Descoberta Arqueológica na China Revela Zoológico da Idade do Bronze

Uma equipe de arqueólogos trabalhando nas Ruínas de Yin, um sítio arqueológico localizado em Anyang, na China, fez uma descoberta significativa que pode reescrever a história da relação entre humanos e animais selvagens na região.

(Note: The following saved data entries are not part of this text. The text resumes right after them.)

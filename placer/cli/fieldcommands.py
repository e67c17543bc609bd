"""The commands of field work: a visit from a session, the machines and their history."""

from __future__ import annotations

import argparse
import os
import sys
from pathlib import Path

from placer.budget import doing
from placer.cli.common import (
    EXIT_OK,
    EXIT_OUTSIDE,
    EXIT_UNTRUSTED,
    db_path,
    print_plain,
    rich_console,
    say_rolled_back,
    say_written,
)
from placer.errors import InputError, shown, shown_path
from placer.io.values import json_text


def _field(args: argparse.Namespace) -> int:
    from dataclasses import replace

    from placer.io.fieldvisit import open_for_saving, solve_visit
    from placer.io.sessionfile import read_session

    # Everything that can be bad input is checked before anything is written.
    console = rich_console(args.width)
    session = read_session(Path(args.session))
    if args.norm:
        session = replace(session, norm=args.norm)
    if args.max_parts is not None:
        session = replace(session, max_parts=args.max_parts)
    if args.sheet is not None:
        from placer.views.report import check_report_path

        check_report_path(Path(args.sheet), force=args.force)
    path = db_path(args)
    if args.save and args.db:
        from placer.io.outputs import check_target

        check_target(path, "db", force=True)     # the history is added to, never replaced
    result = solve_visit(session, path, effort=args.effort)
    db = record = None
    if args.save:
        # Opened before anything is printed: a file that is not a history is refused here.
        db, record = open_for_saving(result, path)
    try:
        pages = _report_pages(result, record) if args.sheet is not None else None
        if pages is not None:       # every page's file checked before anything is printed
            from placer.views.sheet.files import sheet_paths

            sheet_paths(Path(args.sheet), len(pages), force=args.force)
        doing("while printing the plan; nothing is saved")
        if args.json:
            from placer.io.jsonout import field_dict

            text = json_text(field_dict(result), indent=2) + "\n"
        else:
            from placer.views.terminal.field import render_field

            with console.capture() as captured:
                render_field(result, console)
            text = captured.get()
            if not sys.stdout.isatty():
                text = "\n".join(line.rstrip(" ") for line in text.split("\n"))
        try:
            sys.stdout.write(text)
            sys.stdout.flush()
        except BrokenPipeError:
            # The reader went away (| head): the visit is still saved below.
            os.dup2(os.open(os.devnull, os.O_WRONLY), sys.stdout.fileno())
        if pages is not None:
            from placer.views.report.output import write_pages

            doing("while writing the visit report; the plan printed is final, the report is "
                  "not written and nothing is saved")
            say_written("visit report", write_pages(pages, Path(args.sheet),
                                                    session.machine_name, force=args.force))
        if db is not None:
            doing("while saving the visit; the plan printed is final, the visit is not saved")
            _save_once(db, record, session.machine_id, path)
    finally:
        if db is not None:
            db.close()
    if not result.data_ok:
        return EXIT_UNTRUSTED
    return EXIT_OUTSIDE if result.within_limit is False else EXIT_OK


def _report_pages(result, record):
    """The visit report's pages, drawn before anything is printed (from the record saved)."""
    from placer.records import visit_record
    from placer.views.report.pages import report_pages
    from placer.visitreport import visit_report

    return report_pages(visit_report(record if record is not None else visit_record(result)))


def _save_once(db, record, machine_id: str, path: Path) -> None:
    """Save the visit unless its runs are stored already (the same session saved twice)."""
    same = db.same_visit(record)
    if same is not None:
        print(f"placer: visit {same} of {machine_id} already holds these runs (the same "
              f"readings and masses): not saved again; to store this plan instead, remove it "
              f"first ('placer history {machine_id} --remove {same} --force')", file=sys.stderr)
        return
    visit_id = db.save_visit(record)
    print(f"placer: visit {visit_id} of {machine_id} saved in {shown_path(path)}",
          file=sys.stderr)


def _machines(args: argparse.Namespace) -> int:
    from placer.io.history import History
    from placer.io.jsonout import machines_list
    from placer.views.terminal.history import render_machines

    path = db_path(args)
    if not path.exists():
        print(f"No history database yet at {path}; 'placer field SESSION --save' starts one.")
        return EXIT_OK
    with History(path, read_only=True) as db:
        say_rolled_back(db)
        rows, last = db.machines(), db.last_saved()
    if args.json:
        print(json_text(machines_list(rows), indent=2))
    else:
        print_plain(render_machines, args.width, rows, str(path), last)
    return EXIT_OK


def _history(args: argparse.Namespace) -> int:
    from placer.io.history import History
    from placer.io.jsonout import visit_dict, visits_list
    from placer.views.terminal.history import render_visit, render_visits

    path = db_path(args)
    if not path.exists():
        raise InputError(f"no history database at {path}", option="db",
                         expected="a database written by 'placer field --save'")
    if args.sheet is not None:
        if args.visit is None:
            raise InputError("needs the visit to print", option="sheet",
                             expected="{opt:visit} N with it")
        from placer.views.report import check_report_path

        check_report_path(Path(args.sheet), force=args.force)
    with History(path, read_only=args.remove is None) as db:
        say_rolled_back(db)
        visits = db.visits(args.machine)
        machines = db.machines()
        known = [m.id for m in machines]
        last = db.last_saved()
        chosen = args.visit if args.visit is not None else args.remove
        if visits and chosen is not None:
            ids = [v.id for v in visits]
            if chosen not in ids:
                raise InputError(f"machine '{shown(args.machine)}' has no visit {chosen}",
                                 option="visit" if args.visit is not None else "remove",
                                 expected="one of its visits: " + ", ".join(map(str, ids)))
            if args.remove is not None:
                return _remove_visit(db, args, next(v for v in visits if v.id == chosen),
                                     path)
            record = db.visit(args.visit)
    if not visits:
        from placer.io.values import closest

        with_visits = [m.id for m in machines if m.visits]
        if args.machine in known:
            raise InputError(f"machine '{shown(args.machine)}' has no visit stored",
                             file=str(path),
                             key="MACHINE", expected="a machine with visits: "
                             + (", ".join(with_visits) or "none stored"))
        close = closest(args.machine, known)
        raise InputError(f"no machine '{shown(args.machine)}'"
                         + (f"; did you mean '{close}'?" if close else ""), file=str(path),
                         key="MACHINE", expected="one of: " + (", ".join(known) or "none stored"))
    if args.visit is not None:
        saved_at = next(v.saved_at for v in visits if v.id == args.visit)
        pages = _history_pages(record, Path(args.sheet), args.force) if args.sheet else None
        if args.json:
            print(json_text(visit_dict(args.visit, record, saved_at), indent=2))
        else:
            print_plain(render_visit, args.width, args.visit, record, saved_at)
        if pages is not None:
            from placer.views.report.output import write_pages

            say_written("visit report", write_pages(pages, Path(args.sheet),
                                                    record.machine_name, force=args.force))
        return EXIT_OK
    if args.json:
        print(json_text(visits_list(visits), indent=2))
    else:
        print_plain(render_visits, args.width, args.machine, visits, last)
    return EXIT_OK


def _history_pages(record, path: Path, force: bool):
    """A stored visit's report pages, drawn and their files checked before anything is
    printed."""
    from placer.views.report.pages import report_pages
    from placer.views.sheet.files import sheet_paths
    from placer.visitreport import visit_report

    pages = report_pages(visit_report(record))
    sheet_paths(path, len(pages), force=force)
    return pages


def _remove_visit(db, args: argparse.Namespace, visit, path: Path) -> int:
    """Remove one visit with --force; without it, say what would go and remove nothing."""
    from placer.records import utc_label

    what = (f"visit {visit.id} of {args.machine} ({utc_label(visit.started_at)}, "
            f"{visit.runs} runs)")
    if not args.force:
        raise InputError(f"{what} would be removed for good", option="remove",
                         expected="{opt:force} with it to remove it")
    db.remove_visit(visit.id)
    print(f"placer: {what} removed from {shown_path(path)}", file=sys.stderr)
    return EXIT_OK


COMMANDS = {"field": _field, "machines": _machines, "history": _history}
"""The function that runs each of these commands, by name."""
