def _by_model(group: list[PlanePlanner], choices: list[Choice],
              effort: float) -> tuple[list[Choice], bool] | None:
    """The group planned by the CP-SAT model (most planes within tolerance, then the
    least residual of the others, then the fewest parts); None when it finds no plan."""
    from placer.engine.model import ModelPlane, solve_shared_stock

    shared = _drawers(group)
    model_planes = [ModelPlane(p.arrays.effects, p.arrays.target, p.arrays.capacity,
                               p.arrays.stock, p.plane.max_parts, p.tolerance_gmm, p.keys(),
                               tuple(c.chosen.parts)) for p, c in zip(group, choices)]
    outcome = solve_shared_stock(model_planes, shared, effort)
    if outcome.status not in ("OPTIMAL", "FEASIBLE"):
        return None
    out = []
    for planner, choice, parts in zip(group, choices, outcome.parts):
        out.append(replace(choice, chosen=_selection(planner.arrays, choice, parts,
                                                     outcome.proven),
                           rule="chosen with the planes that share its stock",
                           proven=choice.proven and outcome.proven))
    return out, outcome.proven


def _selection(arrays: PlaneArrays, choice: Choice, parts, proven: bool) -> Selection:
    """A plan the model found, as the engine's Selection (residual recomputed)."""
    residual = residual_of(arrays.target, arrays.effects, parts)
    count = sum(c for _, _, c in parts)
    # The plane's own least residual with at most this many parts bounds it below.
    lower = min([e.lower_bound for e in choice.front if e.used_parts <= count]
                + [float(np.linalg.norm(arrays.target))])
    return Selection(count, tuple(parts), residual, float(np.linalg.norm(residual)), lower,
                     proven)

Eles identificaram evidências de um zoológico da Idade do Bronze, ligado à elite da dinastia Shang, que data de cerca de 3 mil anos atrás.

A principal pista sobre essa relação está nos sinos de bronze encontrados junto aos restos dos animais, alguns possivelmente presos ao pescoço deles. Essa descoberta foi feita em 19 fossas fúnebres escavadas entre 2023 e 2024 em uma das áreas arqueológicas mais importantes do país.

O Significado da Descoberta

A descoberta vem de uma coleção altamente diversa de animais selvagens, incluindo veados, lobos, tigres, leopardos, raposas, javalis, porcos-espinhos, cabras selvagens e búfalos-d’água domesticados. Além disso, foram identificadas ao menos cinco espécies de aves, incluindo cisnes, garças, gansos, falcões e grandes aves de rapina.

Para os pesquisadores, a presença simultânea de predadores e presas em um mesmo contexto ritual reforça a ideia de um sistema logístico complexo. A diversidade das espécies pode ajudar a reconstruir o clima e os ecossistemas do final do período Shang, indicando a existência de florestas, áreas montanhosas e zonas úmidas hoje alteradas ou desaparecidas.

Algumas das principais características da descoberta incluem:

  • 29 sinos de bronze recuperados, alguns localizados diretamente ao redor do pescoço de animais selvagens.
  • Uma coleção diversa de animais selvagens, indicando planejamento, controle humano e um sistema organizado de obtenção e manejo da fauna.
  • A presença de predadores e presas em um mesmo contexto ritual, reforçando a ideia de um sistema logístico complexo.

A descoberta tem implicações científicas mais amplas, ajudando a reconstruir o clima e os ecossistemas do final do período Shang. Além disso, reforça a ideia de que o domínio político da elite não se limitava às pessoas, mas também se estendia à natureza, incluindo a captura, manutenção e sacrifício de animais raros como parte central da vida ritual.